Task item -> The answer must be every line of the records in which the string "equal" appears.

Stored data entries
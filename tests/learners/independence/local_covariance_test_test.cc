#include "learners/independence/local_covariance_test.h"

#include <algorithm>
#include <cmath>
#include <vector>

#include <doctest/doctest.h>

#include "tests/learners/independence/two_process_draw.h"

#include "base/random_stream.h"
#include "graph/dmg.h"
#include "sim/hawkes_model.h"
#include "sim/hawkes_simulator.h"

namespace locind::learners {
namespace {

sim::EventData Draw(double weight, double horizon, uint64_t seed) {
  return DrawTwoProcesses(weight, horizon, seed);
}

std::shared_ptr<HawkesFeatures> Features(sim::EventData d, std::vector<double> rates) {
  return std::make_shared<HawkesFeatures>(HawkesFeatures::Create(std::move(d), rates).value());
}

// x(t) = sum_{s < t} r exp(-r (t - s)) by a direct sum.
double Filtered(const std::vector<double>& events, double r, double t) {
  double x = 0;
  for (double s : events) {
    if (s < t) x += r * std::exp(-r * (t - s));
  }
  return x;
}

TEST_CASE("with an empty C the estimate matches a direct computation") {
  // With C empty the basis is the constant: on each fold the projection of
  // x_a is its time average over the other fold and the intensity is the
  // other fold's event count over its length. The direct version below uses
  // plain sums and the closed-form integral of each exponential over each
  // block (no recursion, no quadrature grid).
  const sim::EventData d = Draw(0.4, 200, 5);
  const double r = 1.0;
  LocalCovarianceTest test(Features(d, {r}), {.block_time_constants = 10});
  const Result<LocalCovarianceEstimate> e = test.Estimate({1, {0}, {}});
  REQUIRE(e.ok());
  CHECK(e.value().blocks == 20);  // 200 * rate 1 / 10 time constants
  // Block boundaries as documented: the first event of any process at or
  // after k * 10.
  std::vector<double> all = d.times[0];
  all.insert(all.end(), d.times[1].begin(), d.times[1].end());
  std::sort(all.begin(), all.end());
  std::vector<double> cut = {d.start};
  for (int k = 1; k < 20; ++k) cut.push_back(*std::lower_bound(all.begin(), all.end(), d.start + k * 10.0));
  cut.push_back(d.end);
  const auto fold = [&](double t) {
    return int((std::upper_bound(cut.begin() + 1, cut.end() - 1, t) - cut.begin() - 1) % 2);
  };
  double x_time[2] = {0, 0}, length[2] = {0, 0};
  double x_block[20] = {};  // int of x over each block
  int count[2] = {0, 0};
  for (int k = 0; k < 20; ++k) {
    const double u = cut[size_t(k)], v = cut[size_t(k) + 1];
    for (double s : d.times[0]) {
      if (s < v) x_block[k] += std::exp(-r * (std::max(u, s) - s)) - std::exp(-r * (v - s));
    }
    x_time[k % 2] += x_block[k];
    length[k % 2] += v - u;
  }
  for (double t : d.times[1]) ++count[fold(t)];
  double gamma = 0, variance = 0;
  for (double t : d.times[1]) {
    const int other = 1 - fold(t);
    const double g = Filtered(d.times[0], r, t) - x_time[other] / length[other];
    gamma += g;
    variance += g * g;
  }
  for (int m = 0; m < 2; ++m) {
    const double mean_other = x_time[1 - m] / length[1 - m];
    const double rate_other = count[1 - m] / length[1 - m];
    gamma -= rate_other * (x_time[m] - mean_other * length[m]);
  }
  CHECK(e.value().gamma[0] == doctest::Approx(gamma).epsilon(1e-6));
  CHECK(e.value().variance(0, 0) == doctest::Approx(variance).epsilon(1e-6));
  CHECK(e.value().supremum[0] >= std::abs(e.value().gamma[0]));
  // Batch variances from the same closed forms, block by block: the
  // increment of block k (fold m = k % 2) is the sum of G over b's events
  // in it less rate_other * int_block (x - mean_other) ds; the centred form
  // removes (L_k / T) gamma(T) from each and divides by 1 - sum (L_k / T)^2
  // (the definition in local_covariance_test.h).
  double increment[20] = {};
  for (double t : d.times[1]) {
    const int k = int(std::upper_bound(cut.begin() + 1, cut.end() - 1, t) - cut.begin() - 1);
    increment[k] += Filtered(d.times[0], r, t) - x_time[1 - k % 2] / length[1 - k % 2];
  }
  const double window = cut.back() - cut.front();
  double uncentred = 0, centred = 0, squares = 0;
  for (int k = 0; k < 20; ++k) {
    const int other = 1 - k % 2;
    const double block = cut[size_t(k) + 1] - cut[size_t(k)];
    increment[k] -= count[other] / length[other] * (x_block[k] - x_time[other] / length[other] * block);
    uncentred += increment[k] * increment[k];
    const double w = block / window;
    centred += (increment[k] - w * gamma) * (increment[k] - w * gamma);
    squares += w * w;
  }
  centred /= 1 - squares;
  CHECK(e.value().batch_variance[0] == doctest::Approx(uncentred).epsilon(1e-6));
  CHECK(e.value().centred_batch_variance[0] == doctest::Approx(centred).epsilon(1e-6));
}

TEST_CASE("a strong effect is found, an absent one is not") {
  const sim::EventData d = Draw(0.5, 1000, 3);
  auto features = Features(d, DefaultHawkesRates(d));
  for (LocalCovarianceStatistic s : {LocalCovarianceStatistic::kSupremum, LocalCovarianceStatistic::kEndPoint}) {
    LocalCovarianceTest test(features, {.statistic = s});
    const TestResult r = test.Run({1, {0}, {1}});
    CHECK(r.status == TestStatus::kOk);
    CHECK(r.df == 3);
    CHECK(r.p_value < 1e-6);
    const TestResult back = test.Run({0, {1}, {0}});
    CHECK(back.status == TestStatus::kOk);
    CHECK(back.p_value > 0.001);
  }
}

TEST_CASE("centred batch variance: a real effect does not inflate it") {
  // The uncentred sum of squared block increments grows with the squared
  // drift of gamma_hat (weight 0.5 here); the centred one removes it, so
  // the test keeps the default's power on a strong effect.
  const sim::EventData d = Draw(0.5, 1000, 3);
  auto features = Features(d, DefaultHawkesRates(d));
  LocalCovarianceTest centred(features, {.batch_variance = BatchVariance::kCentred});
  const auto e = centred.Estimate({1, {0}, {1}});
  REQUIRE(e.ok());
  for (Eigen::Index j = 0; j < e.value().gamma.size(); ++j) {
    CHECK(e.value().centred_batch_variance[j] < e.value().batch_variance[j]);
  }
  CHECK(centred.Run({1, {0}, {1}}).p_value < 1e-6);
  // Regression values (the code's own output, 2026-12-02), query a given
  // {a}, source b (a null: b does not drive a), on a draw where the centred
  // batch variance exceeds V_hat for the middle rate, so it sets the scale.
  const sim::EventData null_draw = Draw(0.3, 400, 26);
  auto null_features = Features(null_draw, {0.5, 2.0, 8.0});
  LocalCovarianceTest test(null_features, {.batch_variance = BatchVariance::kCentred});
  const auto n = test.Estimate({0, {1}, {0}});
  REQUIRE(n.ok());
  CHECK(n.value().blocks == 20);
  CHECK(n.value().centred_batch_variance[1] == doctest::Approx(279.61680754207555).epsilon(1e-6));
  CHECK(n.value().variance(1, 1) == doctest::Approx(202.44813386855688).epsilon(1e-6));
  const TestResult r = test.Run({0, {1}, {0}});
  CHECK(r.statistic == doctest::Approx(2.9222668300694035).epsilon(1e-6));
  CHECK(r.p_value == doctest::Approx(0.020849621984087734).epsilon(1e-6));
  // The default scale (V_hat alone) on the same query: a smaller p-value.
  CHECK(LocalCovarianceTest(null_features).Run({0, {1}, {0}}).p_value ==
        doctest::Approx(0.0056263214281274667).epsilon(1e-6));
  CHECK(test.kind() == "event-local-covariance-batch");
}

TEST_CASE("names, caching and not-estimable results") {
  const sim::EventData d = Draw(0.3, 40, 9);
  auto features = Features(d, {0.5, 2.0, 8.0});
  LocalCovarianceTest sup(features);
  LocalCovarianceTest end(features, {.statistic = LocalCovarianceStatistic::kEndPoint});
  CHECK(sup.kind() == "event-local-covariance");
  CHECK(end.kind() == "event-local-covariance-end");
  LocalCovarianceTest strict(features, {.min_target_events = 1000});
  const TestResult few = strict.Run({1, {0}, {1}});
  CHECK(few.status == TestStatus::kNotEstimable);
  CHECK(few.reason.rfind("too few events", 0) == 0);
  CHECK(few.p_value == 1);
  sup.Run({1, {0}, {1}});
  sup.Run({1, {0}, {1}});
  CHECK(sup.distinct_queries() == 1);

  sim::EventData silent = d;
  silent.times[0].clear();
  LocalCovarianceTest none(Features(silent, {0.5, 2.0, 8.0}));
  const TestResult r = none.Run({1, {0}, {1}});
  CHECK(r.status == TestStatus::kNotEstimable);
  CHECK(r.reason.rfind("singular design", 0) == 0);
}

TEST_CASE("nuisance filters at the shared rates give the shared-basis estimate") {
  // Regression against the code's own default path: with 3 nuisance rates,
  // span 1 and the geometric shared grid {0.5, 2, 8}, NuisanceRates returns
  // the shared rates, so the basis built by the nuisance filters must equal
  // HawkesFeatures' columns and the estimate must not change.
  const sim::EventData d = Draw(0.3, 400, 21);
  auto features = Features(d, {0.5, 2.0, 8.0});
  LocalCovarianceTest shared(features);
  LocalCovarianceTest own(features, {.nuisance_rates = 3, .nuisance_span = 1});
  const auto a = shared.Estimate({1, {0}, {1}});
  const auto b = own.Estimate({1, {0}, {1}});
  REQUIRE(a.ok());
  REQUIRE(b.ok());
  for (Eigen::Index j = 0; j < a.value().gamma.size(); ++j) {
    CHECK(b.value().gamma[j] == doctest::Approx(a.value().gamma[j]).epsilon(1e-8));
    CHECK(b.value().variance(j, j) == doctest::Approx(a.value().variance(j, j)).epsilon(1e-8));
  }
}

TEST_CASE("three folds: at least three blocks, every fold needs events") {
  const sim::EventData d = Draw(0.3, 400, 22);
  auto features = Features(d, {0.5, 2.0, 8.0});
  // 400 * 0.5 / 10 = 20 blocks either way; a window of 40 gives 2 blocks
  // with two folds and is raised to 3 with three.
  LocalCovarianceTest three(features, {.folds = 3});
  const auto e = three.Estimate({1, {0}, {1}});
  REQUIRE(e.ok());
  CHECK(e.value().blocks == 20);
  const TestResult r = three.Run({1, {0}, {1}});
  CHECK(r.status == TestStatus::kOk);
  CHECK(r.p_value > 0);
  CHECK(r.p_value <= 1);
  sim::EventData short_window = Draw(0.3, 40, 23);
  LocalCovarianceTest short_three(Features(short_window, {0.5, 2.0, 8.0}), {.folds = 3});
  const auto s = short_three.Estimate({1, {0}, {1}});
  if (s.ok()) {
    CHECK(s.value().blocks == 3);
  } else {
    CHECK(s.status().message().rfind("too few events", 0) == 0);
  }
  // The quadratic basis with a ridge runs and finds a strong effect.
  const sim::EventData strong = Draw(0.5, 1000, 3);
  LocalCovarianceTest rich(Features(strong, DefaultHawkesRates(strong)),
                           {.nuisance_rates = 6, .quadratic = true, .ridge = 1e-2, .folds = 3});
  CHECK(rich.Run({1, {0}, {1}}).p_value < 1e-6);
}

TEST_CASE("with trials the trials are the folds: the estimate matches a direct computation") {
  // Four trials of 60: even trials form fold 0, odd trials fold 1. The
  // direct version (C empty, as above) uses each trial's own events only and
  // the closed-form integral of each exponential up to its trial's end.
  std::vector<sim::EventData> trials;
  sim::EventData d;
  for (uint64_t seed : {51, 52, 53, 54}) {
    trials.push_back(Draw(0.4, 60, seed));
    sim::AppendTrial(d, trials.back());
  }
  const double r = 1.0;
  LocalCovarianceTest test(Features(d, {r}));
  const Result<LocalCovarianceEstimate> e = test.Estimate({1, {0}, {}});
  REQUIRE(e.ok());
  CHECK(e.value().blocks == 4);
  double x_time[2] = {0, 0}, length[2] = {0, 0};
  int count[2] = {0, 0};
  for (size_t k = 0; k < trials.size(); ++k) {
    const sim::EventData& t = trials[k];
    for (double s : t.times[0]) x_time[k % 2] += 1 - std::exp(-r * (t.end - s));
    length[k % 2] += t.end - t.start;
    count[k % 2] += int(t.times[1].size());
  }
  double gamma = 0, variance = 0;
  for (size_t k = 0; k < trials.size(); ++k) {
    const int other = 1 - int(k % 2);
    for (double t : trials[k].times[1]) {
      const double g = Filtered(trials[k].times[0], r, t) - x_time[other] / length[other];
      gamma += g;
      variance += g * g;
    }
  }
  for (int m = 0; m < 2; ++m) {
    const double mean_other = x_time[1 - m] / length[1 - m];
    const double rate_other = count[1 - m] / length[1 - m];
    gamma -= rate_other * (x_time[m] - mean_other * length[m]);
  }
  CHECK(e.value().gamma[0] == doctest::Approx(gamma).epsilon(1e-6));
  CHECK(e.value().variance(0, 0) == doctest::Approx(variance).epsilon(1e-6));
}

TEST_CASE("with trials the nuisance filters restart per trial like the shared features") {
  // Regression against the code's own shared-feature path, as in the
  // one-trial case above: at the shared rates the nuisance filters (computed
  // per trial on the stacked clock) must equal HawkesFeatures' per-trial
  // columns, so the estimate is unchanged.
  sim::EventData d;
  for (uint64_t seed : {61, 62, 63}) sim::AppendTrial(d, Draw(0.3, 150, seed));
  auto features = Features(d, {0.5, 2.0, 8.0});
  LocalCovarianceTest shared(features);
  LocalCovarianceTest own(features, {.nuisance_rates = 3, .nuisance_span = 1});
  const auto a = shared.Estimate({1, {0}, {1}});
  const auto b = own.Estimate({1, {0}, {1}});
  REQUIRE(a.ok());
  REQUIRE(b.ok());
  CHECK(a.value().blocks == 3);
  for (Eigen::Index j = 0; j < a.value().gamma.size(); ++j) {
    CHECK(b.value().gamma[j] == doctest::Approx(a.value().gamma[j]).epsilon(1e-8));
    CHECK(b.value().variance(j, j) == doctest::Approx(a.value().variance(j, j)).epsilon(1e-8));
  }
}

}  // namespace
}  // namespace locind::learners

Written response ->
  // the shared rates, so the basis built by the nuisance filters must equal
  // per trial on the stacked clock) must equal HawkesFeatures' per-trial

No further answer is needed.